Sued?  This eternal fear of lawsuits in EMS is inflated, in my opinion.  15 years now, and I have once been involved in potential litigation, which was resolved outside of court.  Our eggregious error?  Dropping the patient.  Pretty easy to find out who was in error there.

I think you're missing the point.  It's not whether you should administer the nitro with the systolic BP less than 100 mmHg, it's whether you should even be in the ACS protocol to begin with.  "Oh, but she was complaining of chest pain!  We needed to be following the chest pain protocol!"

There's not usually a pneumonia protocol, or a spontaneous pneumothorax protocol.  In fact, in our 200 page protocol book with far too many words, I'd be surprised if "chest pain" "nitro" and "spontaneous pneumothorax" were even on the same page.

So how's a protocol-based provider going to get from a complaint to a protocol that doesn't exist, and if your method of practicing is to use the protocols as scripture, what do you do when you don't have a chapter and verse to go to?  

This is when educated clinical decision making comes into play.  If, prospectively, you plan to provide healthcare using the protocols as your prime source of litigitation avoidance, how do you expect to deal with the nearly 40% of situations you'll encounter that will not be addressed specifically by the protocols?

Let's don't get caught shoehorning patients into protocol scenarios.  Please, let's get educated and use scientific rationales for our decisions.  It's so much more effective, and useful in closer to 100% of interactions than protocol-based medicine.


----------



## reaper (Oct 19, 2010)

I have never seen a set protocols that did not list that they were "Guidelines for treatment". Nothing is cut and dry in medicine and any service that tries to keep their medics at protocols only, will certainly suffer.


----------



## zmedic (Oct 19, 2010)

I guess it comes down to what you mean by following a protocol. It is one thing to say "this patient doesn't fit neatly into a protocol so I had to use some judgement on how to treat them." I have no problem with that. My problem is when the protocol is explicit about something, you know that protocol applies, and you decide to violate it anyway. The medical director put down those explicit rules for a reason. If it says you only get 2 attempts at intubation before you BLS the airway, you only get 2 trys. There is no real place for judgement to come into play. Or if the protocols say transport to the closest hospital unless you get medical control approval, and you drive an extra half an hour without calling, you are in trouble. 

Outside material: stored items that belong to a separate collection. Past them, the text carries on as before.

import type { Span } from './axis-geometry';
import type { PlotRect } from './PlotAxes';
import { toneColour } from './tones';
import type { Band, Brush, LinePlotProps } from './types';

interface Place {
  x(at: number): number;
  rect: PlotRect;
  em: number;
}

/** Shaded stretches of the axis, e.g. shifted windows. */
export function Bands({ bands, x, rect }: { bands: readonly Band[] } & Pick<Place, 'x' | 'rect'>) {
  return bands.map(({ lo, hi, tone, label }) => (
    <g key={`${label}-${lo}-${hi}`} data-band={label}>
      <rect
        x={x(lo)}
        y={rect.top}
        width={Math.max(1, x(hi) - x(lo))}
        height={rect.height}
        fill={toneColour(tone)}
        fillOpacity={0.2}
      />
      <path
        d={`M${x(lo)} ${rect.top}v${rect.height}M${x(hi)} ${rect.top}v${rect.height}`}
        stroke={toneColour(tone)}
        strokeOpacity={0.7}
        strokeDasharray="1 2"
      />
    </g>
  ));
}

/** The brushed window: edges with grips, its centre dotted. */
export function BrushArea({ brush, x, rect }: { brush: Brush } & Pick<Place, 'x' | 'rect'>) {
  const [lo, hi, centre] = [x(brush.lo), x(brush.hi), x(brush.centre)];
  const middle = rect.top + rect.height / 2;
  return (
    <g data-brush-area="">
      <rect
        x={lo}
        y={rect.top}
        width={Math.max(1, hi - lo)}
        height={rect.height}
        fill="var(--color-pair)"
        fillOpacity={0.1}
      />
      <path
        d={`M${centre} ${rect.top}v${rect.height}`}
        stroke="var(--color-dim)"
        strokeDasharray="1 3"
        strokeWidth="var(--plot-hair)"
      />
      <path
        d={`M${lo} ${rect.top}v${rect.height}M${hi} ${rect.top}v${rect.height}`}
        stroke="var(--color-pair)"
        strokeWidth="var(--plot-hair)"
      />
      <path
        d={`M${lo} ${middle - 8}v16M${hi} ${middle - 8}v16`}
        stroke="var(--color-pair)"
        strokeWidth={4}
        strokeLinecap="round"
      />
    </g>
  );
}

/** Rows in which labels at these pixels do not touch, from the top. */
export function labelRows(labels: readonly { x: number; width: number }[]): number[] {
  const ends: number[] = [];
  return labels.map(({ x, width }) => {
    let row = ends.findIndex((end) => end < x);
    if (row < 0) row = ends.length;
    ends[row] = x + width;
    return row;
  });
}

export function Marks({ marks, x, rect, em, view }: { marks: LinePlotProps['marks']; view: Span } & Place) {
  const shown = (marks ?? []).filter(({ at }) => at >= view[0] && at <= view[1]).sort((a, b) => a.at - b.at);
  const rows = labelRows(shown.map(({ at, label }) => ({ x: x(at), width: (label.length + 1) * em * 0.62 })));
  return shown.map(({ at, label }, i) => {
    const fromRight = x(at) + label.length * em * 0.62 + 4 > rect.left + rect.width;
    return (
      <g key={`${label}-${at}`} data-mark={label}>
        <path
          d={`M${x(at)} ${rect.top}v${rect.height}`}
          stroke="var(--color-dim)"
          strokeDasharray="4 3"
          strokeWidth="var(--plot-hair)"
        />
        <text
          x={x(at) + (fromRight ? -4 : 4)}
          y={rect.top + em * (1.2 + 1.3 * rows[i]!)}
          textAnchor={fromRight ? 'end' : 'start'}
          fill="var(--color-text)"
          stroke="var(--color-bg)"
          strokeWidth={3}
          paintOrder="stroke"
        >
          {label}
        </text>
      </g>
    );
  });
}

/** Swatches for the bands and the window, each label once. */
export function LineKeys({
  bands = [],
  brush,
  model,
}: {
  bands?: readonly Band[];
  brush?: Brush;
  model: boolean;
}) {
  const entries = new Map(bands.map(({ label, tone }) => [label, toneColour(tone)]));
  if (brush) entries.set(brush.label ?? 'window', 'var(--color-pair)');
  return (
    <span className="flex shrink-0 items-center gap-3">
      {[...entries].map(([label, colour]) => (
        <span key={label} className="flex items-center gap-1">
          <svg width="10" height="9" aria-hidden="true">
            <rect x="0.5" y="0.5" width="9" height="8" fill={colour} fillOpacity={0.25} stroke={colour} />
          </svg>
          {label}
        </span>
      ))}
      {model ? (
        <span className="flex items-center gap-1">
          <svg width="14" height="9" aria-hidden="true">
            <path d="M0 4.5H14" stroke="var(--color-text)" strokeWidth="var(--plot-line)" />
          </svg>
          model
        </span>
      ) : null}
    </span>
  );
}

Some things in the protocol are cut and dried. Max doses of medication. Limits on intubation. Criteria for cath lab activations. Etc. 

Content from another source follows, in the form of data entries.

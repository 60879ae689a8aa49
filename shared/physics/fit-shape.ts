import { inverse, Matrix } from 'ml-matrix';
import {
  type CellGrid,
  type CellNodes,
  type CellValues,
  createCellValues,
  evaluateCells,
  type PeakShape,
} from './gaussian-cells';

/**
 * Fit of lambda = A e g(shape) + B b to the cells of a map: g the cell-averaged Gaussian, e a known efficiency or
 * envelope, b a known background shape. Poisson maximum likelihood for counts, chi^2 for covariance maps. Fisher scoring
 * with Levenberg damping (Bevington & Robinson, Data Reduction and Error Analysis, from memory). Parameters in order:
 * A, mx, my, xx, xy, yy, B; the last two groups may be held.
 */
export interface ShapeProblem {
  grid: CellGrid;
  nodes: CellNodes;
  data: Float64Array;
  /** 1 where the cell counts. */
  use: Uint8Array;
  /** e; null where it is 1 everywhere. */
  envelope: Float64Array | null;
  /** b. */
  background: Float64Array;
  /** False holds A at its start. */
  freeAmplitude: boolean;
  /** Held when `freeBackground` is false. */
  backgroundAmplitude: number;
  freeBackground: boolean;
  /** Symmetric peaks: the centre is known. */
  freeCentre: boolean;
  /** Per-cell variance; null for counts (Poisson). */
  variance: Float64Array | null;
  start: { amplitude: number; shape: PeakShape };
  /** Fits that narrow below this are stopped there: cell^2. */
  leastVariance: number;
}

export interface ShapeFit {
  amplitude: number;
  shape: PeakShape;
  background: number;
  model: Float64Array;
  /** A e g of every cell without the background, and A g. */
  peak: Float64Array;
  bare: Float64Array;
  /** Indices of the free parameters, and the inverse Fisher matrix over them (row-major). */
  free: number[];
  covariance: Float64Array;
  /** Row p: derivative of the model by free parameter p over its variance; the score is linear in the data. */
  scoreRows: Float64Array[];
  /** Fall of the scores per unit of a held background amplitude, and of a held A. */
  backgroundCoupling: Float64Array;
  amplitudeCoupling: Float64Array;
  converged: boolean;
  /** At a minimum that the data determine. A fit along a flat valley converges and is not. */
  settled: boolean;
  /** The narrow axis ended at `leastVariance`. */
  atFloor: boolean;
  /** Minus twice the log-likelihood up to a constant, or chi^2. */
  objective: number;
}

export const FIT_PARAMETERS = 7;
const INDEX = { amplitude: 0, mx: 1, my: 2, xx: 3, xy: 4, yy: 5, background: 6 } as const;
const MAX_STEPS = 60;

interface State {
  params: Float64Array;
  values: CellValues;
  objective: number;
}

export function fitShape(problem: ShapeProblem): ShapeFit {
  const { start } = problem;
  const free: number[] = [INDEX.xx, INDEX.xy, INDEX.yy];
  if (problem.freeAmplitude) free.push(INDEX.amplitude);
  if (problem.freeCentre) free.push(INDEX.mx, INDEX.my);
  if (problem.freeBackground) free.push(INDEX.background);
  free.sort((a, b) => a - b);
  const { shape } = start;
  let state = evaluateAt(
    problem,
    Float64Array.of(
      start.amplitude,
      shape.mx,
      shape.my,
      shape.xx,
      shape.xy,
      shape.yy,
      problem.backgroundAmplitude,
    ),
    createCellValues(problem.grid),
  );
  let spare = createCellValues(problem.grid);
  let damping = 1e-3;
  let converged = false;
  for (let step = 0; step < MAX_STEPS && !converged; step += 1) {
    const { fisher, score } = normalEquations(problem, state, free);
    let accepted = false;
    while (!accepted && damping < 1e8) {
      const delta = solveDamped(fisher, score, damping);
      const next = Float64Array.from(state.params);
      free.forEach((p, k) => {
        next[p] = (next[p] as number) + (delta[k] as number);
      });
      keepPossible(next, problem);
      const trial = withinReach(next, problem.grid) ? evaluateAt(problem, next, spare) : null;
      if (trial !== null && trial.objective <= state.objective) {
        const gain = state.objective - trial.objective;
        spare = state.values;
        state = trial;
        accepted = true;
        damping = Math.max(damping / 10, 1e-9);
        // The objective is in units of chi^2: 1e-6 of it is a thousandth of a standard error.
        converged = gain < 1e-6 && damping < 1e-2;
      } else damping *= 10;
    }
    if (!accepted) break;
  }
  return report(problem, state, free, converged);
}

function evaluateAt(problem: ShapeProblem, params: Float64Array, values: CellValues): State {
  evaluateCells(shapeOf(params), problem.grid, problem.nodes, values);
  const { data, use, variance } = problem;
  let objective = 0;
  for (let c = 0; c < data.length; c += 1) {
    if (use[c] !== 1) continue;
    const n = data[c] as number;
    const model = modelAt(problem, params, values, c);
    if (variance === null) {
      objective += 2 * (model - n);
      if (n > 0) objective += 2 * n * Math.log(n / model);
    } else objective += (n - model) ** 2 / (variance[c] as number);
  }
  return { params, values, objective: Number.isNaN(objective) ? Number.POSITIVE_INFINITY : objective };
}

/** Counts need a model above zero even where neither peak nor background reaches. */
const LEAST_MEAN = 1e-12;

function modelAt(problem: ShapeProblem, params: Float64Array, values: CellValues, c: number): number {
  const e = problem.envelope === null ? 1 : (problem.envelope[c] as number);
  const model =
    (params[INDEX.amplitude] as number) * e * (values.value[c] as number) +
    (params[INDEX.background] as number) * (problem.background[c] as number);
  return problem.variance === null ? Math.max(model, LEAST_MEAN) : model;
}

function shapeOf(p: Float64Array): PeakShape {
  return {
    mx: p[INDEX.mx] as number,
    my: p[INDEX.my] as number,
    xx: p[INDEX.xx] as number,
    xy: p[INDEX.xy] as number,
    yy: p[INDEX.yy] as number,
  };
}

/** Derivatives of the model by the free parameters, one column each; zero where the cell does not count. */
function slopeColumns(problem: ShapeProblem, state: State, free: readonly number[]): Float64Array[] {
  const { background, envelope, use } = problem;
  const { value, derivative } = state.values;
  const cells = use.length;
  const amplitude = state.params[INDEX.amplitude] as number;
  return free.map((p) => {
    const column = new Float64Array(cells);
    for (let c = 0; c < cells; c += 1) {
      if (use[c] !== 1) continue;
      if (p === INDEX.background) {
        column[c] = background[c] as number;
        continue;
      }
      const e = envelope === null ? 1 : (envelope[c] as number);
      column[c] =
        p === INDEX.amplitude
          ? e * (value[c] as number)
          : amplitude * e * (derivative[(p - 1) * cells + c] as number);
    }
    return column;
  });
}

/** 1 / variance of every cell that counts (1 / model for counts), and data - model. */
function weightsOf(problem: ShapeProblem, state: State): { weight: Float64Array; residual: Float64Array } {
  const { data, use, variance } = problem;
  const weight = new Float64Array(data.length);
  const residual = new Float64Array(data.length);
  for (let c = 0; c < data.length; c += 1) {
    if (use[c] !== 1) continue;
    const model = modelAt(problem, state.params, state.values, c);
    weight[c] = 1 / (variance === null ? model : (variance[c] as number));
    residual[c] = (data[c] as number) - model;
  }
  return { weight, residual };
}

function normalEquations(
  problem: ShapeProblem,
  state: State,
  free: readonly number[],
): { fisher: Matrix; score: Float64Array } {
  const columns = slopeColumns(problem, state, free);
  const { weight, residual } = weightsOf(problem, state);
  const k = free.length;
  const fisher = Matrix.zeros(k, k);
  const score = new Float64Array(k);
  const weighted = new Float64Array(weight.length);
  for (let a = 0; a < k; a += 1) {
    const column = columns[a] as Float64Array;
    for (let c = 0; c < weighted.length; c += 1) weighted[c] = (column[c] as number) * (weight[c] as number);
    score[a] = dot(weighted, residual);
    for (let b = 0; b <= a; b += 1) {
      const value = dot(weighted, columns[b] as Float64Array);
      fisher.set(a, b, value);
      fisher.set(b, a, value);
    }
  }
  return { fisher, score };
}

function dot(a: Float64Array, b: Float64Array): number {
  let out = 0;
  for (let c = 0; c < a.length; c += 1) out += (a[c] as number) * (b[c] as number);
  return out;
}

/** Scaled to a unit diagonal first: amplitude and widths differ by orders of magnitude. */
function invertScaled(fisher: Matrix, damping: number): Matrix {
  const k = fisher.rows;
  const scale = Array.from({ length: k }, (_, a) => 1 / Math.sqrt(Math.max(fisher.get(a, a), 1e-300)));
  const unit = Matrix.zeros(k, k);
  for (let a = 0; a < k; a += 1) {
    for (let b = 0; b < k; b += 1) {
      unit.set(a, b, fisher.get(a, b) * (scale[a] as number) * (scale[b] as number));
    }
    unit.set(a, a, 1 + damping);
  }
  const inverted = inverse(unit, true);
  for (let a = 0; a < k; a += 1) {
    for (let b = 0; b < k; b += 1) {
      inverted.set(a, b, inverted.get(a, b) * (scale[a] as number) * (scale[b] as number));
    }
  }
  return inverted;
}

function solveDamped(fisher: Matrix, score: Float64Array, damping: number): Float64Array {
  const inverted = invertScaled(fisher, damping);
  return Float64Array.from(score, (_, a) => score.reduce((sum, s, b) => sum + s * inverted.get(a, b), 0));
}

/** Lifts the covariance's smaller eigenvalue to the floor along its own axis; the amplitude of counts stays above 0. */
function keepPossible(p: Float64Array, problem: ShapeProblem): void {
  if (problem.variance === null) p[INDEX.amplitude] = Math.max(p[INDEX.amplitude] as number, 1e-6);
  const { xx, xy, yy } = shapeOf(p);
  const mean = (xx + yy) / 2;
  const half = Math.hypot((xx - yy) / 2, xy);
  const floor = problem.leastVariance;
  const low = Math.max(mean - half, floor);
  const high = Math.max(mean + half, floor);
  if (mean - half >= floor) return;
  const cos = half > 0 ? (xx - yy) / 2 / half : 0;
  const sin = half > 0 ? xy / half : 0;
  p[INDEX.xx] = (low + high) / 2 + ((high - low) / 2) * cos;
  p[INDEX.yy] = (low + high) / 2 - ((high - low) / 2) * cos;
  p[INDEX.xy] = ((high - low) / 2) * sin;
}

/** A centre off the map or a width beyond twice its size means the step was too long, not that the peak is there. */
function withinReach(p: Float64Array, grid: CellGrid): boolean {
  const { mx, my, xx, yy } = shapeOf(p);
  return (
    Math.abs(mx - grid.x0 - grid.nx / 2) < grid.nx &&
    Math.abs(my - grid.y0 - grid.ny / 2) < grid.ny &&
    xx < 4 * grid.nx * grid.nx &&
    yy < 4 * grid.ny * grid.ny
  );
}

function report(problem: ShapeProblem, state: State, free: number[], converged: boolean): ShapeFit {
  const { data, background } = problem;
  const k = free.length;
  const { fisher, score } = normalEquations(problem, state, free);
  const inverted = invertScaled(fisher, 0);
  const covariance = new Float64Array(k * k);
  for (let a = 0; a < k; a += 1) for (let b = 0; b < k; b += 1) covariance[a * k + b] = inverted.get(a, b);
  const model = new Float64Array(data.length);
  const peak = new Float64Array(data.length);
  const amplitude = state.params[INDEX.amplitude] as number;
  const bare = state.values.value.map((g) => amplitude * g);
  for (let c = 0; c < data.length; c += 1) {
    model[c] = modelAt(problem, state.params, state.values, c);
    peak[c] = (bare[c] as number) * (problem.envelope === null ? 1 : (problem.envelope[c] as number));
  }
  const { weight } = weightsOf(problem, state);
  const scoreRows = slopeColumns(problem, state, free);
  for (const row of scoreRows)
    row.forEach((v, c) => {
      row[c] = v * (weight[c] as number);
    });
  const backgroundCoupling = Float64Array.from(scoreRows, (row) => dot(row, background));
  const amplitudeCoupling = Float64Array.from(scoreRows, (row) => dot(row, peak) / amplitude);
  const shape = shapeOf(state.params);
  const narrow = (shape.xx + shape.yy) / 2 - Math.hypot((shape.xx - shape.yy) / 2, shape.xy);
  return {
    amplitude,
    shape,
    background: state.params[INDEX.background] as number,
    model,
    peak,
    bare,
    free,
    covariance,
    scoreRows,
    backgroundCoupling,
    amplitudeCoupling,
    converged,
    settled: converged && isDetermined(fisher, inverted) && isAtRest(inverted, score),
    atFloor: narrow <= problem.leastVariance * 1.001,
    objective: state.objective,
  };
}

/** Of a true inverse no variance is below that with all other parameters known; one of lower rank, cut off, may say 0. */
function isDetermined(fisher: Matrix, inverted: Matrix): boolean {
  return fisher.diagonal().every((f, a) => f * inverted.get(a, a) > 1 - 1e-6);
}

/** The next step would be a small part of a standard error. Steps that were refused or cut leave a fit elsewhere. */
function isAtRest(inverted: Matrix, score: Float64Array): boolean {
  return score.every((_, a) => {
    const step = score.reduce((sum, s, b) => sum + s * inverted.get(a, b), 0);
    return Math.abs(step) < 0.1 * Math.sqrt(inverted.get(a, a));
  });
}

/**
 * How each block moves the free parameters: row s = covariance * (scores of the block's data - coupling * its share of
 * what is held). A reweighted data set then has parameters theta + sum_s (w_s - 1) row_s: one Fisher step from
 * the full fit, exact to first order. blocks * FIT_PARAMETERS, zero for held parameters. O(blocks * cells).
 */
export function blockInfluence(
  fit: ShapeFit,
  blocks: number,
  blockValue: (block: number, cell: number) => number,
  heldShare: (block: number) => { amplitude: number; background: number },
): Float64Array {
  const k = fit.free.length;
  const out = new Float64Array(blocks * FIT_PARAMETERS);
  const cells = fit.model.length;
  const scores = new Float64Array(k);
  for (let s = 0; s < blocks; s += 1) {
    const held = heldShare(s);
    for (let a = 0; a < k; a += 1) {
      scores[a] =
        -held.background * (fit.backgroundCoupling[a] as number) -
        held.amplitude * (fit.amplitudeCoupling[a] as number);
    }
    for (let c = 0; c < cells; c += 1) {
      const n = blockValue(s, c);
      if (n === 0) continue;
      for (let a = 0; a < k; a += 1) {
        scores[a] = (scores[a] as number) + n * ((fit.scoreRows[a] as Float64Array)[c] as number);
      }
    }
    for (let a = 0; a < k; a += 1) {
      let move = 0;
      for (let b2 = 0; b2 < k; b2 += 1) {
        move += (fit.covariance[a * k + b2] as number) * (scores[b2] as number);
      }
      out[s * FIT_PARAMETERS + (fit.free[a] as number)] = move;
    }
  }
  return out;
}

EMS is a agreement worked out where physicians say "you can practice under my license, but there are some rules. If you want to do something else you have to call and get approval." The reason we have this system is because the good from the very few cases where blatant protocol violation helped a patient are far outweighed from the harm if everyone could just decide for themselves when to follow those rules. 

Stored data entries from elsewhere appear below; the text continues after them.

import type { MapData } from '../../shared/contracts/output';
import { type ColourScale, paletteIndex } from './colour-scale';
import { drawHatch } from './hatch';
import type { BinTransform } from './map-layout';
import { gridOf, isBlank } from './map-values';
import type { PlotRect } from './PlotAxes';
import { type Palette, SCALE_SIZE } from './palettes';

/** Bins painted before the page is given a chance to do something else: about a millisecond. */
const STEP_BINS = 2 ** 17;

/** One pixel a bin, row 0 first; blank bins stay transparent. `out` holds nx * ny pixels. */
export function* paintPixels(
  map: MapData,
  scale: ColourScale,
  palette: Palette,
  out: Uint32Array,
): Generator<void> {
  // Linear scales take no logarithm and no call a bin.
  const factor = (SCALE_SIZE - 1) / (scale.hi - scale.lo);
  const { pixels } = palette;
  const { data, masked } = map;
  const { log, lo } = scale;
  for (let from = 0; from < out.length; from += STEP_BINS) {
    const to = Math.min(out.length, from + STEP_BINS);
    for (let i = from; i < to; i++) {
      const value = data[i]!;
      if (Number.isNaN(value) || (masked !== undefined && masked[i] !== 0)) {
        out[i] = 0;
        continue;
      }
      const place = log
        ? paletteIndex(scale, value)
        : Math.min(SCALE_SIZE - 1, Math.max(0, Math.round((value - lo) * factor)));
      out[i] = pixels[place]!;
    }
    yield;
  }
}

/** Opaque where a bin is blank. */
function* paintBlanks(map: MapData, out: Uint32Array): Generator<void> {
  for (let from = 0; from < out.length; from += STEP_BINS) {
    const to = Math.min(out.length, from + STEP_BINS);
    for (let i = from; i < to; i++) out[i] = isBlank(map, i) ? 0xff000000 : 0;
    yield;
  }
}

function surface(width: number, height: number): CanvasRenderingContext2D | null {
  const canvas = document.createElement('canvas');
  canvas.width = width;
  canvas.height = height;
  return canvas.getContext('2d');
}

function imageSurface(
  nx: number,
  ny: number,
  pixels: Uint32Array<ArrayBuffer>,
): CanvasRenderingContext2D | null {
  const context = surface(nx, ny);
  context?.putImageData(new ImageData(new Uint8ClampedArray(pixels.buffer), nx, ny), 0, 0);
  return context;
}

/** A map at one pixel a bin, ready to be drawn at any zoom. */
export interface Raster {
  image: HTMLCanvasElement | null;
  /** Opaque where a bin is blank, or null when none is. */
  blank: HTMLCanvasElement | null;
}

/** Paints a map step by step; `onDone` gets it at the end. */
export function* paintRaster(
  map: MapData,
  scale: ColourScale,
  palette: Palette,
  blanks: number,
  onDone: (raster: Raster) => void,
): Generator<void> {
  const { nx, ny } = gridOf(map);
  const pixels = new Uint32Array(nx * ny);
  yield* paintPixels(map, scale, palette, pixels);
  const image = imageSurface(nx, ny, pixels)?.canvas ?? null;
  if (blanks === 0) return onDone({ image, blank: null });
  yield;
  const opaque = new Uint32Array(nx * ny);
  yield* paintBlanks(map, opaque);
  onDone({ image, blank: imageSurface(nx, ny, opaque)?.canvas ?? null });
}

export interface RasterFrame {
  rect: PlotRect;
  transform: BinTransform;
  /** Device pixels to a CSS pixel. */
  ratio: number;
  hatchColour: string;
}

function place(context: CanvasRenderingContext2D, image: HTMLCanvasElement, frame: RasterFrame): void {
  const { transform: t, rect, ratio } = frame;
  context.setTransform(
    t.sx * ratio,
    0,
    0,
    t.sy * ratio,
    (t.tx - rect.left) * ratio,
    (t.ty - rect.top) * ratio,
  );
  // Bins larger than a pixel keep sharp edges; smaller ones are averaged, or thin structures would drop out.
  context.imageSmoothingEnabled = Math.abs(t.sx * ratio) < 1 || Math.abs(t.sy * ratio) < 1;
  context.drawImage(image, 0, 0);
  context.setTransform(1, 0, 0, 1, 0, 0);
}

export function drawRaster(
  context: CanvasRenderingContext2D,
  image: HTMLCanvasElement,
  blank: HTMLCanvasElement | null,
  frame: RasterFrame,
): void {
  const { width, height } = context.canvas;
  context.setTransform(1, 0, 0, 1, 0, 0);
  context.clearRect(0, 0, width, height);
  place(context, image, frame);
  const lines = blank === null ? null : surface(width, height);
  if (blank === null || lines === null) return;
  drawHatch(lines, frame.hatchColour, frame.ratio);
  lines.globalCompositeOperation = 'destination-in';
  place(lines, blank, frame);
  context.drawImage(lines.canvas, 0, 0);
}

This can go round and round in the abstract. Let's hear some examples. For those who say they are just guidelines, give an example of when you (or someone else) felt the protocol was putting a patient in danger you violated them without calling medical control.  Similarly I'd like to hear some examples of when someone got sued for following a protocols that directly lead to a bad outcome.


----------



## abckidsmom (Oct 19, 2010)

zmedic said:


> This can go round and round in the abstract. Let's hear some examples. For those who say they are just guidelines, give an example of when you (or someone else) felt the protocol was putting a patient in danger you violated them without calling medical control.  Similarly I'd like to hear some examples of when someone got sued for following a protocols that directly lead to a bad outcome.



That's the thing:  I don't have any knowledge of a paramedic being sued for care, one way or another.  I see regulatory boards investigating paramedics, medical directors calling them in for counseling/review, but NEVER have I heard of a medic sued for wrongful death, malpractice or whatever.  The ONLY times I have heard of settlements have been when medics dropped a patient.

These lawsuits are myths!  There is not. that. much. risk of litigation!  Surely, there have been lawsuits, but in reality they are rare beyond calculation given the number of patient interactions we have each day.

The factor that should motivate us here is the desire to provide the best care possible, not the desire to avoid an astronomical risk of litigation.


Now, for your specific examples...I would say that they really can't be generalized because the decision to not follow a protocol that may or may not apply is a negative one and it is tough to track down a negative, statistically speaking.  Similarly, deciding that a patient fits a specific protocol that may or may not apply and following it to the end is tough to police or track because so few of our treamtents have truly long-term implications.  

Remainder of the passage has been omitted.